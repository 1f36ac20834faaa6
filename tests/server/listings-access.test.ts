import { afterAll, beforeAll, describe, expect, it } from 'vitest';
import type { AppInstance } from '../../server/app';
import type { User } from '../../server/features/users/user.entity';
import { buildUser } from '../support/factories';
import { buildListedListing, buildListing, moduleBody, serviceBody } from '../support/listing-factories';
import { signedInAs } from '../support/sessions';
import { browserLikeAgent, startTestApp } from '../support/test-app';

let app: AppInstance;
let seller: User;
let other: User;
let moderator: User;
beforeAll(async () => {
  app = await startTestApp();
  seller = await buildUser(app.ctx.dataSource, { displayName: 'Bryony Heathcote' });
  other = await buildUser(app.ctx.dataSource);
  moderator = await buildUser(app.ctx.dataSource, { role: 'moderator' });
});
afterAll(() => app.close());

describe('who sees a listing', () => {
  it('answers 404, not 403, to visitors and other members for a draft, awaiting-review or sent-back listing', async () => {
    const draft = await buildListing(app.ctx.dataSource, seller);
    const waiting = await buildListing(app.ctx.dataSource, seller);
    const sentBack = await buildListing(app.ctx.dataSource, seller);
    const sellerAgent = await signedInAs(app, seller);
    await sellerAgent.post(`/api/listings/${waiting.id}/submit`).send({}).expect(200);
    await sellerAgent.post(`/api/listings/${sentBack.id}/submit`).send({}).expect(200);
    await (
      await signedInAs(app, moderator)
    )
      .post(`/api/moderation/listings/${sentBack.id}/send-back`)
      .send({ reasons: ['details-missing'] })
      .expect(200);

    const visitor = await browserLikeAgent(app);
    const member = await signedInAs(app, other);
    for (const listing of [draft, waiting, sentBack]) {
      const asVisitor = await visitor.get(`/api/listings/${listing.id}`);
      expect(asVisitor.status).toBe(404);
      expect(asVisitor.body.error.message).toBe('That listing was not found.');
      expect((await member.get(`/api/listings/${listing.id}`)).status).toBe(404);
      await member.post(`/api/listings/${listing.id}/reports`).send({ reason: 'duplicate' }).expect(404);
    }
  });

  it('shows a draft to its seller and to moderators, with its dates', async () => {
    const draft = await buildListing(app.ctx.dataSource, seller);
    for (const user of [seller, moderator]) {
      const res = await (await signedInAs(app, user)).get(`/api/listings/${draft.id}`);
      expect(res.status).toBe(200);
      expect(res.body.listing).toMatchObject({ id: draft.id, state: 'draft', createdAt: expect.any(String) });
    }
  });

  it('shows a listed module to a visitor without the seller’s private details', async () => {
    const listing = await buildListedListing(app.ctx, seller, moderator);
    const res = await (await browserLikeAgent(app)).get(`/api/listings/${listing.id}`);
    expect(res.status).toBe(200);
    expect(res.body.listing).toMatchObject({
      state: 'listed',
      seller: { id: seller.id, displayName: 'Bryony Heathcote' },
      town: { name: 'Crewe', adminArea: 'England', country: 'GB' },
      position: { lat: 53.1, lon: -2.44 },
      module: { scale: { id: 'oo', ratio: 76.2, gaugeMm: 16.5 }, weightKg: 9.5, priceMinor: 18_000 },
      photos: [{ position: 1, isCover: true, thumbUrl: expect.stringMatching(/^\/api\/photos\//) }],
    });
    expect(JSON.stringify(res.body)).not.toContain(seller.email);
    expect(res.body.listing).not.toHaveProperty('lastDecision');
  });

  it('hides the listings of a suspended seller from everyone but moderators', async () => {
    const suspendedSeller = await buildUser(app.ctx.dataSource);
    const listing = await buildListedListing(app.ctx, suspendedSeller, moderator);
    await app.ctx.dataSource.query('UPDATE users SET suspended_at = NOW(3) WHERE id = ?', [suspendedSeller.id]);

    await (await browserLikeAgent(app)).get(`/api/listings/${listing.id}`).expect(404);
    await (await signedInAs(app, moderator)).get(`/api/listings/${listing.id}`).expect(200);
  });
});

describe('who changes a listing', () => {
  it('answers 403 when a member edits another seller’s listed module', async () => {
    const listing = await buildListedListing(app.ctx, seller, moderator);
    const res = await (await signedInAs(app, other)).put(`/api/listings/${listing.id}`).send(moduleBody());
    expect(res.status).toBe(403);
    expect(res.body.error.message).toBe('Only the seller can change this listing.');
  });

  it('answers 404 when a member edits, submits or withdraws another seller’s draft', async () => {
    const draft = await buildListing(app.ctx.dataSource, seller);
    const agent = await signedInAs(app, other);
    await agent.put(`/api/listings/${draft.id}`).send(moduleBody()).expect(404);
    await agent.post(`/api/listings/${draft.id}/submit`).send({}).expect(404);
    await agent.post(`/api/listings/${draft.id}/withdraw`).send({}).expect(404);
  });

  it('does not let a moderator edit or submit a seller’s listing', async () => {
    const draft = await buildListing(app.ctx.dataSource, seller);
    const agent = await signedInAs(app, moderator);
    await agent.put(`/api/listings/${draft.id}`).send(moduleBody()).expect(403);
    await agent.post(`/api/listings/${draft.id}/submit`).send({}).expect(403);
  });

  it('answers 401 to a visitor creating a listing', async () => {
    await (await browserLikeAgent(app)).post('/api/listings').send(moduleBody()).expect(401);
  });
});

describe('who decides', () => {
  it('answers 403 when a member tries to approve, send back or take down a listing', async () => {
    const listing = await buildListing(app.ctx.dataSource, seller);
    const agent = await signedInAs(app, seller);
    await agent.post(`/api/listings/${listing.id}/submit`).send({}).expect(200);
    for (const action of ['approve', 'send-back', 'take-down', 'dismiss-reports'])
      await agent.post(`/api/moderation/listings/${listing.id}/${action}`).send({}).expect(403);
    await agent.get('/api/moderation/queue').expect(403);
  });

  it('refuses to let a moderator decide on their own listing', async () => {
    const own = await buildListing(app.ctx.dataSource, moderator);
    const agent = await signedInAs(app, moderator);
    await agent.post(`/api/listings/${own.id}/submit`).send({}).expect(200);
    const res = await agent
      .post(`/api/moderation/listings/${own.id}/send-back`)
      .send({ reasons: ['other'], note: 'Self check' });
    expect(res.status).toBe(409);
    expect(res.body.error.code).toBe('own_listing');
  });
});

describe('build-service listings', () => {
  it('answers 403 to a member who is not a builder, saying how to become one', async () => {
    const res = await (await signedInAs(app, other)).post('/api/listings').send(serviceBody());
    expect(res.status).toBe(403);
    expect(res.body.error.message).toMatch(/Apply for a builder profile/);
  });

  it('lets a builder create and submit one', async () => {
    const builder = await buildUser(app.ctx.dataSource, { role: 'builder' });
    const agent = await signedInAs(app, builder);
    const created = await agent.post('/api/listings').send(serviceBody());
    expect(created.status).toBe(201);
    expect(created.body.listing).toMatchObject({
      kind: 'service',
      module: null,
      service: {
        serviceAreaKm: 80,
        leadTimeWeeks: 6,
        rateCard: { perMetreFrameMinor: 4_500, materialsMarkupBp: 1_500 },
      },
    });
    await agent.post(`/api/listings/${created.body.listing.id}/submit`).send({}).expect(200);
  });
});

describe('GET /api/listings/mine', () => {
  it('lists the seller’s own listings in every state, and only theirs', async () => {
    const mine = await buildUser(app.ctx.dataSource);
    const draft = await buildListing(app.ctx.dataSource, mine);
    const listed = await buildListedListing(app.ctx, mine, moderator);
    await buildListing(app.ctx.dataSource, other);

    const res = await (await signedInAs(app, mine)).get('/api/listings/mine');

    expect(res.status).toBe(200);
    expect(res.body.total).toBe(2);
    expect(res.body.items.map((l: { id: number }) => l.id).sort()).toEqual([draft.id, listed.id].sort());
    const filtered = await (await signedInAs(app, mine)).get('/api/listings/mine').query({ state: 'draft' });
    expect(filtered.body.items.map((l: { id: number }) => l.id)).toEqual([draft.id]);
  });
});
:::::
◆ Exercise objective ◆
Exactly reproduce every line of the records.

◆ Solution to the problem ◆
repository 1f36ac20834faaa6
filename tests/server/listings-access.test.ts
import { afterAll, beforeAll, describe, expect, it } from 'vitest';
import type { AppInstance } from '../../server/app';
import type { User } from '../../server/features/users/user.entity';
import { buildUser } from '../support/factories';
import { buildListedListing, buildListing, moduleBody, serviceBody } from '../support/listing-factories';
import { signedInAs } from '../support/sessions';
import { browserLikeAgent, startTestApp } from '../support/test-app';

let app: AppInstance;
let seller: User;
let other: User;
let moderator: User;
beforeAll(async () => {
  app = await startTestApp();
  seller = await buildUser(app.ctx.dataSource, { displayName: 'Bryony Heathcote' });
  other = await buildUser(app.ctx.dataSource);
  moderator = await buildUser(app.ctx.dataSource, { role: 'moderator' });
});
afterAll(() => app.close());

describe('who sees a listing', () => {
  it('answers 404, not 403, to visitors and other members for a draft, awaiting-review or sent-back listing', async () => {
    const draft = await buildListing(app.ctx.dataSource, seller);
    const waiting = await buildListing(app.ctx.dataSource, seller);
    const sentBack = await buildListing(app.ctx.dataSource, seller);
    const sellerAgent = await signedInAs(app, seller);
    await sellerAgent.post(`/api/listings/${waiting.id}/submit`).send({}).expect(200);
    await sellerAgent.post(`/api/listings/${sentBack.id}/submit`).send({}).expect(200);
    await (
      await signedInAs(app, moderator)
    )
      .post(`/api/moderation/listings/${sentBack.id}/send-back`)
      .send({ reasons: ['details-missing'] })
      .expect(200);

    const visitor = await browserLikeAgent(app);
    const member = await signedInAs(app, other);
    for (const listing of [draft, waiting, sentBack]) {
      const asVisitor = await visitor.get(`/api/listings/${listing.id}`);
      expect(asVisitor.status).toBe(404);
      expect(asVisitor.body.error.message).toBe('That listing was not found.');
      expect((await member.get(`/api/listings/${listing.id}`)).status).toBe(404);
      await member.post(`/api/listings/${listing.id}/reports`).send({ reason: 'duplicate' }).expect(404);
    }
  });

  it('shows a draft to its seller and to moderators, with its dates', async () => {
    const draft = await buildListing(app.ctx.dataSource, seller);
    for (const user of [seller, moderator]) {
      const res = await (await signedInAs(app, user)).get(`/api/listings/${draft.id}`);
      expect(res.status).toBe(200);
      expect(res.body.listing).toMatchObject({ id: draft.id, state: 'draft', createdAt: expect.any(String) });
    }
  });

  it('shows a listed module to a visitor without the seller’s private details', async () => {
    const listing = await buildListedListing(app.ctx, seller, moderator);
    const res = await (await browserLikeAgent(app)).get(`/api/listings/${listing.id}`);
    expect(res.status).toBe(200);
    expect(res.body.listing).toMatchObject({
      state: 'listed',
      seller: { id: seller.id, displayName: 'Bryony Heathcote' },
      town: { name: 'Crewe', adminArea: 'England', country: 'GB' },
      position: { lat: 53.1, lon: -2.44 },
      module: { scale: { id: 'oo', ratio: 76.2, gaugeMm: 16.5 }, weightKg: 9.5, priceMinor: 18_000 },
      photos: [{ position: 1, isCover: true, thumbUrl: expect.stringMatching(/^\/api\/photos\//) }],
    });
    expect(JSON.stringify(res.body)).not.toContain(seller.email);
    expect(res.body.listing).not.toHaveProperty('lastDecision');
  });

  it('hides the listings of a suspended seller from everyone but moderators', async () => {
    const suspendedSeller = await buildUser(app.ctx.dataSource);
    const listing = await buildListedListing(app.ctx, suspendedSeller, moderator);
    await app.ctx.dataSource.query('UPDATE users SET suspended_at = NOW(3) WHERE id = ?', [suspendedSeller.id]);

    await (await browserLikeAgent(app)).get(`/api/listings/${listing.id}`).expect(404);
    await (await signedInAs(app, moderator)).get(`/api/listings/${listing.id}`).expect(200);
  });
});

describe('who changes a listing', () => {
  it('answers 403 when a member edits another seller’s listed module', async () => {
    const listing = await buildListedListing(app.ctx, seller, moderator);
    const res = await (await signedInAs(app, other)).put(`/api/listings/${listing.id}`).send(moduleBody());
    expect(res.status).toBe(403);
    expect(res.body.error.message).toBe('Only the seller can change this listing.');
  });

  it('answers 404 when a member edits, submits or withdraws another seller’s draft', async () => {
    const draft = await buildListing(app.ctx.dataSource, seller);
    const agent = await signedInAs(app, other);
    await agent.put(`/api/listings/${draft.id}`).send(moduleBody()).expect(404);
    await agent.post(`/api/listings/${draft.id}/submit`).send({}).expect(404);
    await agent.post(`/api/listings/${draft.id}/withdraw`).send({}).expect(404);
  });

  it('does not let a moderator edit or submit a seller’s listing', async () => {
    const draft = await buildListing(app.ctx.dataSource, seller);
    const agent = await signedInAs(app, moderator);
    await agent.put(`/api/listings/${draft.id}`).send(moduleBody()).expect(403);
    await agent.post(`/api/listings/${draft.id}/submit`).send({}).expect(403);
  });

  it('answers 401 to a visitor creating a listing', async () => {
    await (await browserLikeAgent(app)).post('/api/listings').send(moduleBody()).expect(401);
  });
});

describe('who decides', () => {
  it('answers 403 when a member tries to approve, send back or take down a listing', async () => {
    const listing = await buildListing(app.ctx.dataSource, seller);
    const agent = await signedInAs(app, seller);
    await agent.post(`/api/listings/${listing.id}/submit`).send({}).expect(200);
    for (const action of ['approve', 'send-back', 'take-down', 'dismiss-reports'])
      await agent.post(`/api/moderation/listings/${listing.id}/${action}`).send({}).expect(403);
    await agent.get('/api/moderation/queue').expect(403);
  });

  it('refuses to let a moderator decide on their own listing', async () => {
    const own = await buildListing(app.ctx.dataSource, moderator);
    const agent = await signedInAs(app, moderator);
    await agent.post(`/api/listings/${own.id}/submit`).send({}).expect(200);
    const res = await agent
      .post(`/api/moderation/listings/${own.id}/send-back`)
      .send({ reasons: ['other'], note: 'Self check' });
    expect(res.status).toBe(409);
    expect(res.body.error.code).toBe('own_listing');
  });
});

describe('build-service listings', () => {
  it('answers 403 to a member who is not a builder, saying how to become one', async () => {
    const res = await (await signedInAs(app, other)).post('/api/listings').send(serviceBody());
    expect(res.status).toBe(403);
    expect(res.body.error.message).toMatch(/Apply for a builder profile/);
  });

  it('lets a builder create and submit one', async () => {
    const builder = await buildUser(app.ctx.dataSource, { role: 'builder' });
    const agent = await signedInAs(app, builder);
    const created = await agent.post('/api/listings').send(serviceBody());
    expect(created.status).toBe(201);
    expect(created.body.listing).toMatchObject({
      kind: 'service',
      module: null,
      service: {
        serviceAreaKm: 80,
        leadTimeWeeks: 6,
        rateCard: { perMetreFrameMinor: 4_500, materialsMarkupBp: 1_500 },
      },
    });
    await agent.post(`/api/listings/${created.body.listing.id}/submit`).send({}).expect(200);
  });
});

describe('GET /api/listings/mine', () => {
  it('lists the seller’s own listings in every state, and only theirs', async () => {
    const mine = await buildUser(app.ctx.dataSource);
    const draft = await buildListing(app.ctx.dataSource, mine);
    const listed = await buildListedListing(app.ctx, mine, moderator);
    await buildListing(app.ctx.dataSource, other);

    const res = await (await signedInAs(app, mine)).get('/api/listings/mine');

    expect(res.status).toBe(200);
    expect(res.body.total).toBe(2);
    expect(res.body.items.map((l: { id: number }) => l.id).sort()).toEqual([draft.id, listed.id].sort());
    const filtered = await (await signedInAs(app, mine)).get('/api/listings/mine').query({ state: 'draft' });
    expect(filtered.body.items.map((l: { id: number }) => l.id)).toEqual([draft.id]);
  });
});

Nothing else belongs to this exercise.